### DATA IN THIS EXERCISE
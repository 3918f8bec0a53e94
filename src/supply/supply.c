/* What the plate supply delivers at a current: stiff, behind a resistance, by readings, or by a regulation line.
 * SPDX-License-Identifier: GPL-3.0-or-later */
#include "platewright/supply.h"

#include <math.h>
#include <string.h>

#include "base/numeric.h"

/* Two readings at currents nearer than this (relative) are readings at one current: a meter cannot tell them apart. */
#define SAME_CURRENT 1e-6
#define SAME_VOLTS 1e-9

static void clear(plw_supply *supply, plw_supply_kind kind) {
    memset(supply, 0, sizeof *supply);
    supply->kind = kind;
    supply->volts = (double)NAN;
    supply->source_ohms = (double)NAN;
}

plw_status plw_supply_stiff(double volts, plw_supply *supply, plw_error *error) {
    if (!(isfinite(volts) && volts > 0)) {
        return plw_fail(error, PLW_E_USAGE, "supply volts: %g V is not a positive voltage; give the loaded B+, as 285V",
                        volts);
    }
    clear(supply, PLW_SUPPLY_STIFF);
    supply->volts = volts;
    supply->source_ohms = 0;
    return PLW_OK;
}

plw_status plw_supply_source(double off_load_volts, double ohms, plw_supply *supply, plw_error *error) {
    if (!(isfinite(off_load_volts) && off_load_volts > 0)) {
        return plw_fail(error, PLW_E_USAGE,
                        "supply volts: %g V is not a positive voltage; give the off-load B+, as 305V", off_load_volts);
    }
    if (!(isfinite(ohms) && ohms >= 0)) {
        return plw_fail(error, PLW_E_USAGE, "source resistance: %g ohm is negative or not a number; give it as 1.8k",
                        ohms);
    }
    clear(supply, PLW_SUPPLY_SOURCE);
    supply->volts = off_load_volts;
    supply->source_ohms = ohms;
    return PLW_OK;
}

/* ---- readings ---------------------------------------------------------------------------------------------------- */

static plw_status check_reading(const plw_reading *reading, size_t number, plw_error *error) {
    if (!(isfinite(reading->volts) && reading->volts > 0)) {
        return plw_fail(error, PLW_E_USAGE, "reading %zu: %g V is not a positive voltage", number, reading->volts);
    }
    if (!(isfinite(reading->amps) && reading->amps >= 0)) {
        return plw_fail(error, PLW_E_USAGE,
                        "reading %zu: %g A is not a current of zero or more; give the load as a resistor or a current",
                        number, reading->amps);
    }
    return PLW_OK;
}

/* Put a reading in its place by current; one that repeats an earlier reading is dropped. */
static plw_status insert_reading(const plw_reading *reading, plw_supply *supply, plw_error *error) {
    size_t place = supply->points;
    while (place > 0 && supply->point[place - 1].amps > reading->amps) {
        place--;
    }
    for (size_t i = 0; i < supply->points; i++) {
        const plw_reading *other = &supply->point[i];
        if (fabs(other->amps - reading->amps) > SAME_CURRENT * fmax(other->amps, reading->amps)) {
            continue;
        }
        if (fabs(other->volts - reading->volts) > SAME_VOLTS * reading->volts) {
            return plw_fail(
                error, PLW_E_USAGE,
                "readings: %g V and %g V are both given at %g mA; keep one of them (their mean, if the mains "
                "moved between the two)",
                other->volts, reading->volts, 1e3 * reading->amps);
        }
        return PLW_OK;
    }
    memmove(&supply->point[place + 1], &supply->point[place], (supply->points - place) * sizeof supply->point[0]);
    supply->point[place] = *reading;
    supply->points++;
    return PLW_OK;
}

static plw_status check_falling(const plw_supply *supply, plw_error *error) {
    for (size_t i = 1; i < supply->points; i++) {
        const plw_reading *light = &supply->point[i - 1], *heavy = &supply->point[i];
        if (heavy->volts > light->volts) {
            return plw_fail(error, PLW_E_USAGE,
                            "readings: %g V at %g mA is above %g V at %g mA, which makes the source resistance "
                            "negative; check the order of the readings and that the mains held still",
                            heavy->volts, 1e3 * heavy->amps, light->volts, 1e3 * light->amps);
        }
    }
    return PLW_OK;
}

plw_status plw_supply_readings(const plw_reading *readings, size_t count, plw_supply *supply, plw_error *error) {
    if (readings == NULL || count == 0) {
        return plw_fail(error, PLW_E_USAGE, "readings: none given; one loaded reading is the least, as 258V@10k");
    }
    if (count > PLW_READINGS_MOST) {
        return plw_fail(error, PLW_E_USAGE, "readings: %zu are given, %d are the most that are taken", count,
                        PLW_READINGS_MOST);
    }
    plw_supply made;
    clear(&made, PLW_SUPPLY_READINGS);
    for (size_t i = 0; i < count; i++) {
        plw_status status = check_reading(&readings[i], i + 1, error);
        if (status == PLW_OK) {
            status = insert_reading(&readings[i], &made, error);
        }
        if (status != PLW_OK) {
            return status;
        }
    }
    if (made.point[made.points - 1].amps <= 0) {
        return plw_fail(error, PLW_E_USAGE,
                        "readings: %g V off load does not tell what is left under load; add a reading into a known "
                        "resistor, as 258V@10k",
                        made.point[0].volts);
    }
    const plw_status status = check_falling(&made, error);
    if (status != PLW_OK) {
        return status;
    }
    if (made.point[0].amps <= 0) {
        made.volts = made.point[0].volts;
    }
    *supply = made;
    return PLW_OK;
}

/* ---- asked at a current ------------------------------------------------------------------------------------------ */

/* The interval i, i+1 that holds the current; the outermost one beyond the ends.  points >= 2. */
static size_t interval_of(const plw_supply *supply, double amps) {
    size_t low = 0, high = supply->points - 1;
    while (high - low > 1) {
        const size_t middle = (low + high) / 2;
        if (supply->point[middle].amps <= amps) {
            low = middle;
        } else {
            high = middle;
        }
    }
    return low;
}

static void straight_at(const plw_supply *supply, double amps, double *volts, double *ohms) {
    if (supply->points < 2) {
        *volts = supply->points == 1 ? supply->point[0].volts : supply->volts;
        *ohms = 0;
        return;
    }
    const plw_reading *left = &supply->point[interval_of(supply, amps)], *right = left + 1;
    *ohms = (left->volts - right->volts) / (right->amps - left->amps);
    *volts = left->volts - *ohms * (amps - left->amps);
}

/* The cubic of Hermite through two points with the tangents stored there, which were so chosen that it falls
 * throughout.  Beyond the ends the tangent goes on straight. */
static void curve_at(const plw_supply *supply, double amps, double *volts, double *ohms) {
    if (supply->points < 2) {
        straight_at(supply, amps, volts, ohms);
        return;
    }
    const size_t last = supply->points - 1;
    if (amps <= supply->point[0].amps || amps >= supply->point[last].amps) {
        const size_t end = amps <= supply->point[0].amps ? 0 : last;
        *ohms = supply->tangent_ohms[end];
        *volts = supply->point[end].volts - *ohms * (amps - supply->point[end].amps);
        return;
    }
    const size_t i = interval_of(supply, amps);
    const plw_reading *left = &supply->point[i], *right = left + 1;
    double slope;
    plw_cubic_between(left->amps, left->volts, -supply->tangent_ohms[i], right->amps, right->volts,
                      -supply->tangent_ohms[i + 1], amps, volts, &slope);
    *ohms = fmax(0, -slope);
}

void plw_supply_at(const plw_supply *supply, double amps, double *volts, double *ohms) {
    switch (supply->kind) {
    case PLW_SUPPLY_READINGS:
        straight_at(supply, amps, volts, ohms);
        return;
    case PLW_SUPPLY_RECTIFIER:
        curve_at(supply, amps, volts, ohms);
        return;
    case PLW_SUPPLY_SOURCE:
        *volts = supply->volts - supply->source_ohms * amps;
        *ohms = supply->source_ohms;
        return;
    case PLW_SUPPLY_STIFF:
        break;
    }
    *volts = supply->volts;
    *ohms = 0;
}

void plw_supply_range(const plw_supply *supply, double *least_amps, double *most_amps) {
    *least_amps = 0;
    *most_amps = (double)INFINITY;
    if (supply->kind == PLW_SUPPLY_SOURCE && supply->source_ohms > 0) {
        *most_amps = supply->volts / supply->source_ohms;
    } else if (supply->kind == PLW_SUPPLY_READINGS && supply->points > 0) {
        *least_amps = supply->point[0].amps * 2 / 3;
        *most_amps = supply->point[supply->points - 1].amps * 1.5;
    } else if (supply->kind == PLW_SUPPLY_RECTIFIER && supply->points > 0) {
        *least_amps = supply->point[0].amps;
        *most_amps = supply->point[supply->points - 1].amps;
    }
}

plw_supply plw_supply_moved(const plw_supply *supply, double volts) {
    plw_supply moved = *supply;
    moved.volts += volts; /* NaN stays */
    for (size_t index = 0; index < moved.points; index++) {
        moved.point[index].volts += volts;
    }
    return moved;
}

### YOUR INSTRUCTIONS
Transcribe exactly, starting at the line with "1].amps * 1.5;" and continuing through the last line of the data above; leave out all earlier lines.

### OUTPUT BELOW
        *most_amps = supply->point[supply->points - 1].amps * 1.5;
    } else if (supply->kind == PLW_SUPPLY_RECTIFIER && supply->points > 0) {
        *least_amps = supply->point[0].amps;
        *most_amps = supply->point[supply->points - 1].amps;
    }
}

plw_supply plw_supply_moved(const plw_supply *supply, double volts) {
    plw_supply moved = *supply;
    moved.volts += volts; /* NaN stays */
    for (size_t index = 0; index < moved.points; index++) {
        moved.point[index].volts += volts;
    }
    return moved;
}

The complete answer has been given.